» **DATA TO EXAMINE**:
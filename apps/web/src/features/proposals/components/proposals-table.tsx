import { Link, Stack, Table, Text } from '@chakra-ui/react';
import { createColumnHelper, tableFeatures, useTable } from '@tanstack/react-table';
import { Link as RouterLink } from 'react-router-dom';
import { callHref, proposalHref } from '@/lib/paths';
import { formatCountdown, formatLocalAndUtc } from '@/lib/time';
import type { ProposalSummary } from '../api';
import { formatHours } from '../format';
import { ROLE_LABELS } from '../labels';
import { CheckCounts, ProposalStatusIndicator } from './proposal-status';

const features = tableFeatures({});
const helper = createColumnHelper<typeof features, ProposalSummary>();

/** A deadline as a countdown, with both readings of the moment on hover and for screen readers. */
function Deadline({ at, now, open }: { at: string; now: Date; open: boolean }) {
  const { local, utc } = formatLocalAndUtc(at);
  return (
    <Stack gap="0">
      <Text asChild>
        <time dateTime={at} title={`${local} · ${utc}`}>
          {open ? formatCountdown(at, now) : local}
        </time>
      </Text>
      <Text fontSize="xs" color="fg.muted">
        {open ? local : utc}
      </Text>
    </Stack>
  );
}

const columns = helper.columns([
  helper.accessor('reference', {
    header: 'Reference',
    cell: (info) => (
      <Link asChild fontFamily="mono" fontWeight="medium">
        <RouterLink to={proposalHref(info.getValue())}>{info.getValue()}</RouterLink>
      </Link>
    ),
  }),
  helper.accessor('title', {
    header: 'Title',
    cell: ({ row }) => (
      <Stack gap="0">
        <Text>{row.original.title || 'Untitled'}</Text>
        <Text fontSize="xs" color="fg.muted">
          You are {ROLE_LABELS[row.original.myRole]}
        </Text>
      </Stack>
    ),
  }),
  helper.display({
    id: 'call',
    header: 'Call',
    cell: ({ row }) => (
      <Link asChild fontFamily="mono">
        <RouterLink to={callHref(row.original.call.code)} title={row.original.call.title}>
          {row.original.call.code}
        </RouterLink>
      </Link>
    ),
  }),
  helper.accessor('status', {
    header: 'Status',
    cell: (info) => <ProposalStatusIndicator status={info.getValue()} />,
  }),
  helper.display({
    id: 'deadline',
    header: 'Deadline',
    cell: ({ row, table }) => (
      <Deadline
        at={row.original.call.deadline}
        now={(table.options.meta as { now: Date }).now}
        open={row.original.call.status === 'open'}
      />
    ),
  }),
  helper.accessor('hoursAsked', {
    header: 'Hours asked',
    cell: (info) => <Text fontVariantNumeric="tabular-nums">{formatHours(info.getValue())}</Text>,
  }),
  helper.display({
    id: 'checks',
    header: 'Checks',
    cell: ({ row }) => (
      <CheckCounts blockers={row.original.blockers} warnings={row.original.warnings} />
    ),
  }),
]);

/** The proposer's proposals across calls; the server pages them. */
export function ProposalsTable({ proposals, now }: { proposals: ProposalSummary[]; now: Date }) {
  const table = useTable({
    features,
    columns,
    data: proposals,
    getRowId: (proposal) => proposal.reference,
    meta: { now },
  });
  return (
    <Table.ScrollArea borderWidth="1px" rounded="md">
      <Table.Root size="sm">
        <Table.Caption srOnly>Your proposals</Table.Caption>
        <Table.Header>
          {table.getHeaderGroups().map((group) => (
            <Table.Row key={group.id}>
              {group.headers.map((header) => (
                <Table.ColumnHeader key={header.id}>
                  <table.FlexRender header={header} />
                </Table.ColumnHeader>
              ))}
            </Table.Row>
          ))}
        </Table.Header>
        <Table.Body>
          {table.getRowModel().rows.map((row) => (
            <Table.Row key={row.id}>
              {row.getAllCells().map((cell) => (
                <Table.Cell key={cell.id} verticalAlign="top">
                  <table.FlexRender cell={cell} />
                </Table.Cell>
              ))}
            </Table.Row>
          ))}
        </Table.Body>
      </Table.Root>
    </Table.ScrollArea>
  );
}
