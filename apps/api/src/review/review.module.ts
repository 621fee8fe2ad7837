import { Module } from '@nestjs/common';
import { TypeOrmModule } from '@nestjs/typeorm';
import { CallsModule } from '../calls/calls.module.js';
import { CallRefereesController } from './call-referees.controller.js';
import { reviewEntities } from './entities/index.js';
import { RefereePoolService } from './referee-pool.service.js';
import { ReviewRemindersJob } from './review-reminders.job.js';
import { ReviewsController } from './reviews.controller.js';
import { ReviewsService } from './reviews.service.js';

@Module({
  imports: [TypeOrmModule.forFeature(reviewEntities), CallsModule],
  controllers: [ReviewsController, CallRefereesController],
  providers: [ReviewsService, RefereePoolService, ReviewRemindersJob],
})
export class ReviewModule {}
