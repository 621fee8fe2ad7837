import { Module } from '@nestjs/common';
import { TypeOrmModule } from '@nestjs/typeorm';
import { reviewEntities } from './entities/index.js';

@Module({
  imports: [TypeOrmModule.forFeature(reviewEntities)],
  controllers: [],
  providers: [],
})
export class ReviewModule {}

» **WORK TO COMPLETE**: Take each line in the listing that has the word "controllers" and copy it.

» **TASK ANSWER**:
  controllers: [ReviewsController, CallRefereesController],
  controllers: [],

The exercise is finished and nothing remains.